Thought came to me when I contemplated why I haven’t chatted with Justin for a long spell, how the Internet in its state-less fashion makes it easy to gain friends who are tied into that particular interest in which one gained them – and nothing else. At least, that’s the case with me. So as I haven’t delved into electronics for a long while, alas, because of family and work and chores, the friendship fades into the background and remains there until the interest receives my attention once more.
I’m thinking the friendships I have that are lasting are of a physical origin. In a way that’s a bit sad; one should seek friends, and maintain that friendship, where one’s interests lies. But with the various challenges that life presents us, that keeps us from our interests and hobbies at various length periods, the friendships are eroded. As such, the friendships I have that I rely on were instigated within my mid-twenties, primarily. These are the people I count on.
So I’m vary of that of the Internet and our disconnected World. I’m quite capable and even good at keeping in touch with those I wish to keep in touch with, and not – a mistake of some – putting too much faith in ‘distant’ friendships.
I’m torn between trying to seek funding for developing the cutting-edge virtual reality technology or rather spend my time developing my IT-skills and go for a consultancy job. The first would mean not letting an opportunity go to waste, but it involves risk. The latter would mean a significantly greater chance of providing for my family, at a much reduced risk – yet there’s no opportunities herein.
It’s a much difficult choice. The first is by far the most rewarding to me. It’s fresh, it’s fun, it’s something I could really see myself get into. Yet there is no safety net. If I do it and it fails, we will not be staying in this house. I can not count on V to support us for as long as it takes me to get back on my feet; she is not able to secure employment in areas where she longs to work, and in areas where she’s educated to work she would not take up employment, and this for the better of our relationship which would surely sour with the agony she would express.
Am I making complaints to myself about not having a wife who could offer me an opportunity such as this, I suppose I’m headed down that road. But I must restrain myself and contemplate also how our kids are happier and spiritually healthier than most, precisely because she does not go to work every day and can be there for her.
I guess I’m a bit troubled by the fact that she does not derive more of a personal surplus from not having to go to work and face those sets of challenges. She’s forever unhappy or upset about this or that. It bothers me that the family as a whole does not benefit more from this. That I’m not released from family duties more, on account hereof. I could provide better for us, were that the case. Minor annoyances could be avoided, as I think they should when one part governs the house. But she’s lazy and could never live up to the standards as would I put forward with myself, were it I who had to guard the home.

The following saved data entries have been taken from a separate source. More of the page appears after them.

#include "wavefount/timing/measures.h"

#include <algorithm>
#include <cmath>
#include <vector>

#include "wavefount/core/robust.h"

namespace wavefount {

namespace {

// Few enough to be the place at entry, enough that one bad centroid does not move it.
constexpr std::size_t place_points = 5;

// Highest running median of three: one bad frame makes no peak.
double peak_of(const std::vector<double>& values) {
  if (values.size() < 3)
    return values.empty() ? 0 : *std::max_element(values.begin(), values.end());
  double highest = -INFINITY;
  for (std::size_t i = 1; i + 1 < values.size(); ++i)
    highest = std::max(highest, median({values[i - 1], values[i], values[i + 1]}));
  return highest;
}

std::vector<const TracePoint*> found_points(const Interphase& interphase, const Nucleus& nucleus,
                                            bool doubtful_too) {
  std::vector<const TracePoint*> points;
  for (const auto& p : nucleus.points)
    if (p.found && (doubtful_too || !p.doubtful) && p.frame >= interphase.first_frame &&
        p.frame <= interphase.last_frame && std::isfinite(p.brightness))
      points.push_back(&p);
  return points;
}

Point place_of(const std::vector<const TracePoint*>& points) {
  std::vector<double> x, y;
  const std::size_t from = points.size() > place_points ? points.size() - place_points : 0;
  for (std::size_t i = from; i < points.size(); ++i) {
    x.push_back(points[i]->x_um);
    y.push_back(points[i]->y_um);
  }
  return {median(std::move(x)), median(std::move(y))};
}

}  // namespace

void measure_interphase(Interphase& interphase, const Nucleus& nucleus, const CameraModel* camera) {
  const auto all = found_points(interphase, nucleus, true);
  interphase.place_um = place_of(all);
  auto points = found_points(interphase, nucleus, false);
  if (points.empty()) points = all;
  std::vector<double> brightness, radius, ratio;
  double sum = 0;
  for (const auto* p : points) {
    brightness.push_back(p->brightness);
    radius.push_back(p->radius_um);
    sum += p->brightness;
    const double cytoplasm = camera ? p->cytoplasm - camera->dark_offset_counts : 0;
    if (cytoplasm > 0) ratio.push_back((p->brightness + cytoplasm) / cytoplasm);
  }
  interphase.brightness_mean = points.empty() ? 0 : sum / static_cast<double>(points.size());
  interphase.brightness_peak = peak_of(brightness);
  interphase.radius_um = peak_of(radius);
  if (camera && camera->offset_given && !ratio.empty()) interphase.nc_ratio_peak = peak_of(ratio);
}

}  // namespace wavefount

Back to the topic at hand. Being rational about it, I’ll take the second option, the lesser risky one. My kids and wife will love me for it, despite her urging me to take on some of those challenges I’d like to pursue. Akin to asking a bum if he won’t try to win the lottery. Truth is that I’m too much into the role as provider, too old to work around the clock and be a lesser dad than I could and should be, and that I simply can’t afford the risk of letting down those I love by selfishly pursuing that which I myself think of as fun and exciting and challenging. I’d rather let myself down, which I must admit to hereby do, as I’m deleting those funding-research e-mails from my inbox and guiding myself in a different direction.
The saying in writing goes ‘kill your darlings’. Same applies in life as well, doesn’t it. I hope I won’t become bitter with each wasted opportunity; there’s a chance of it. I’ll try and treat it the way I do when I have to cancel some appointment with a friend because one of the kids got sick, or V had to go do something or what not, where my reaction is usually one of ‘shit happens’. When you become a dad you give up your time, to sometimes see friends or take up opportunistic challenges alike, in favor of your kids. This is but a slightly larger ‘shit happens’, but the same principle applies. I can still see a life ahead of me that’s fun and challenging.
I can only hope I will, ultimately, be able to declare it a fulfilling life as well.